For me, this young man represents my third and final precious child to push through lower ed. It is the end of my days of permission slips and marking school holidays on my calendar.

I have looked forward to this day for a long time (long story, with lots of bitter twists and moments of grace -- I'll spare you). I did not know how it would affect me. I usually post on the 5th of the month, and I had a picture of my son in his gown ready to go on that date. But...he wasn't graduated. And so superstition stayed my typing fingers until today. Which means I can tell you I had tears in my eyes as his Class of 2007 marched into the gymnasium. My throat had a lump.

I watched the pairs of no-longer children march to the front of the crowd as they had practiced all week. I thought of this group of kids when they were in kindergarten and I'd bring cupcakes (you could still do that back then) for birthdays and school parties. I thought of their faces when I volunteered classroom time and there was this quaint system of turning over a cup on the edge of the desk to indicate they needed help. Some kids never turned that cup over, and I'd have to watch for the signs they were struggling and then ask, "Did you want to turn your cup over?" I've forgotten which kids they were now. All I remember are cups on edges of desks and impossibly young faces.

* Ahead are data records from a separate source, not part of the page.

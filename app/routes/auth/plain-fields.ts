/** Fields that carry no words of the person: what the form is for, and keys that keep it from counting twice. */
const UNSEEN = /^(intent|formKey|idempotencyKey|onceKey)$/i
const UUID = /[0-9a-f]{8}(-[0-9a-f]{4}){3}-[0-9a-f]{12}/gi

/** A form may say what a field is called where its name cannot: `label-<name>` beside the field. */
const LABEL = "label-"

/**
 * Posted fields as a person knows them, in their order: under the form's own label where it gave one, else `deliveryOn`
 * is shown as "Delivery on". Ids and empty fields are left out. For showing only; what is sent again is all of them, as
 * they were.
 */
export function plainFields(fields: readonly (readonly [string, string])[]): { label: string; value: string }[] {
	const labels = new Map(
		fields.flatMap(([name, value]) => (name.startsWith(LABEL) ? [[name.slice(LABEL.length), value] as const] : [])),
	)
	return fields
		.filter(([name, value]) => value.trim() !== "" && !UNSEEN.test(name) && !name.startsWith(LABEL))
		.filter(([, value]) => value.replace(UUID, "") !== "")
		.map(([name, value]) => ({ label: labels.get(name) ?? plainName(name), value }))
}

function plainName(name: string): string {
	const words = name
		.replace(UUID, " ")
		.replace(/([a-z])([A-Z])/g, "$1 $2")
		.replace(/[^A-Za-z0-9]+/g, " ")
		.trim()
		.toLowerCase()
	return words === "" ? "Typed" : words.charAt(0).toUpperCase() + words.slice(1)
}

My advice to the new graduates for the future: don't forget to turn your cup over when you need help -- none of us make it on our own in lower ed, in higher ed, or in life. When you're sitting in the audience of parents and grandparents and friends and family and teachers and coaches and fellow students in cap and gown the truth of that shines through even through the tears of pride and joy...and profound relief.

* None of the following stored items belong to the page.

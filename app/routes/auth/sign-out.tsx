import { redirect } from "react-router"
import { noSessionCookie } from "~/platform/session-cookie.server"
import { endSession } from "~/services/people/end-session.server"
import { admits, guard } from "../guard.server"
import type { Route } from "./+types/sign-out"
import { settingCookies } from "./cookie-headers.server"

/** Opening the address changes nothing; the button is on the account page. */
export const loader = guard(admits.anyone, () => redirect("/account"))

export const action = guard(admits.anyone, async (_args: Route.ActionArgs, { person }) => {
	if (person) await endSession(person.id, person.sessionId)
	return redirect("/sign-in", { headers: settingCookies([noSessionCookie()]) })
})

A cheer of joy and hope to all members of the Class of 2007, wherever you are!!

Tuesday, June 05, 2007

Come on over to the par-TAY!

The release of THE BOYS NEXT DOOR is only three weeks away on June 26! To celebrate, the heroine, Lori McGillicuddy, is throwing a virtual book release party! She is a little socially challenged, so it would mean a lot to her if you went over to say hi (but DON'T tell her I said that about her because she will FREAK).

Friday, June 01, 2007

Ideas Aren't Always Easy...


The ideas/proposals I was working on for a new romantic comedy didn't fly with my editor. Bummer. I am still developing some other ideas, and am working on a few other projects (not romantic comedy stuff), but I'm pretty sad that I probably won't spend this summer writing my next Simon Pulse Romantic Comedy. You see, I wrote both Dancing Queen and Prom Crashers over the summer months (in 2005 and 2006), and I was sort of looking forward to making it an annual tradition. Who knows? Maybe something will spark and I'll get my next Ro Com going...but until then, I have to turn my writing time to other stuff.

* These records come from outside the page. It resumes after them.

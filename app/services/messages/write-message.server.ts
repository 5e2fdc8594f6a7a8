import { and, eq } from "drizzle-orm"
import { auditEntries, orderMessages, orders, stores } from "~/db/schema"
import { type Tx, withProducer } from "~/db/transaction.server"
import { env } from "~/platform/env.server"
import { queueMail } from "~/services/mail/queue-mail.server"
import { findDeskPeople, findStorePeople } from "~/services/orders/order-people.server"
import { findYard, letterHead } from "~/services/producers/find-yard.server"

/** Who writes: someone of the producer's desk, or of the store that ordered. */
export type Writer =
	| { side: "desk"; person: { id: string; name: string } }
	| { side: "store"; storeId: string; person: { id: string; name: string } }

export type Written = { ok: true; messageId: string } | { ok: false; reason: "no-such-order" | "key-of-another" }

/**
 * Writes to the other side about an order, in any of its states; what is written stays. The other side's people get it by
 * letter at once: a message is no decision that could be taken back. The same form sent again is the same message.
 */
export function writeMessage(query: {
	producer: { id: string; slug: string; name: string }
	number: number
	writer: Writer
	/** 1 to 2,000 characters, trimmed. */
	body: string
	idempotencyKey: string
}): Promise<Written> {
	const { producer, number, writer, body, idempotencyKey } = query
	const producerId = producer.id
	return withProducer(producerId, async (tx) => {
		const [found] = await tx
			.select({ order: orders, store: stores })
			.from(orders)
			.innerJoin(stores, and(eq(stores.producerId, orders.producerId), eq(stores.id, orders.storeId)))
			.where(and(eq(orders.producerId, producerId), eq(orders.number, number)))
		if (!found || (writer.side === "store" && found.order.storeId !== writer.storeId))
			return { ok: false, reason: "no-such-order" }
		const orderId = found.order.id
		const [made] = await tx
			.insert(orderMessages)
			.values({ producerId, orderId, side: writer.side, body, writtenBy: writer.person.id, idempotencyKey })
			.onConflictDoNothing({ target: [orderMessages.producerId, orderMessages.idempotencyKey] })
			.returning({ id: orderMessages.id })
		if (!made) return earlier(tx, { producerId, orderId, writer, idempotencyKey })
		await tx.insert(auditEntries).values({
			producerId,
			userId: writer.person.id,
			action: "order message",
			subjectType: "order",
			subjectId: orderId,
			detail: { messageId: made.id, side: writer.side },
		})
		await tell(tx, { ...query, ...found, messageId: made.id })
		return { ok: true, messageId: made.id }
	})
}

/** The message that was written with this key before; refused when another order or person used it. */
async function earlier(
	tx: Tx,
	query: { producerId: string; orderId: string; writer: Writer; idempotencyKey: string },
): Promise<Written> {
	const { producerId, orderId, writer, idempotencyKey } = query
	const [message] = await tx
		.select({ id: orderMessages.id, orderId: orderMessages.orderId, writtenBy: orderMessages.writtenBy })
		.from(orderMessages)
		.where(and(eq(orderMessages.producerId, producerId), eq(orderMessages.idempotencyKey, idempotencyKey)))
	const isSame = message?.orderId === orderId && message.writtenBy === writer.person.id
	return message && isSame ? { ok: true, messageId: message.id } : { ok: false, reason: "key-of-another" }
}

async function tell(
	tx: Tx,
	query: {
		producer: { id: string; slug: string; name: string }
		order: typeof orders.$inferSelect
		store: typeof stores.$inferSelect
		writer: Writer
		body: string
		messageId: string
	},
): Promise<void> {
	const { producer, order, store, writer, body, messageId } = query
	const producerId = producer.id
	const isFromDesk = writer.side === "desk"
	const people = isFromDesk
		? await findStorePeople(tx, { producerId, storeId: store.id, kind: "messages" })
		: await findDeskPeople(tx, { producerId })
	const page = isFromDesk ? `buy/${producer.slug}/${store.slug}` : `desk/${producer.slug}`
	const yard = letterHead(await findYard(tx, producerId))
	for (const { email } of people) {
		await queueMail(tx, {
			producerId,
			to: email,
			onceKey: `order-message:${messageId}`,
			template: "order-message",
			props: {
				yard,
				sentTo: email,
				storeName: store.name,
				orderNumber: String(order.number),
				deliveryOn: order.deliveryOn,
				orderUrl: `${env.BASE_URL}/${page}/orders/${order.number}`,
				writer: writer.person.name,
				from: isFromDesk ? producer.name : store.name,
				body,
			},
		})
	}
}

I just wanted to share this not-as-great news, since it seems like a lot of my author buddies on this blog and I tend to share exciting, positive updates on our writing lives. But I wanted to bring in the other side of the story and make sure it's clear that it's not always as easy as it might sound. We go through ideas and ideas and ideas, then drafts and drafts and drafts, and sometimes nothing comes of it. What our fine readers out there eventually buy is just one tiny piece of the stuff we writers are working on. There are a million behind-the-scenes hours of work before we even get to the fun part of writing the book that will someday be published.

So if you're an aspiring writer, remember to keep plugging away, even when it seems like nothing will ever happen. We all have tons of failures, and eventually (with luck) all those rejections and lame ideas and bad drafts will end with a shining success. And that's what makes it worth the work. So, of course, my head is still spinning with more and more ideas, and hopefully in the next few weeks or months or ... whenever ... I'll come up with a fun new idea and will get to start working on my next romantic comedy. Stay tuned.

One quick note of good news before I sign off: I just found out that Prom Crashers went into a fourth printing after only a few months on shelves. So, Readers, you rock! Thanks for buying the book!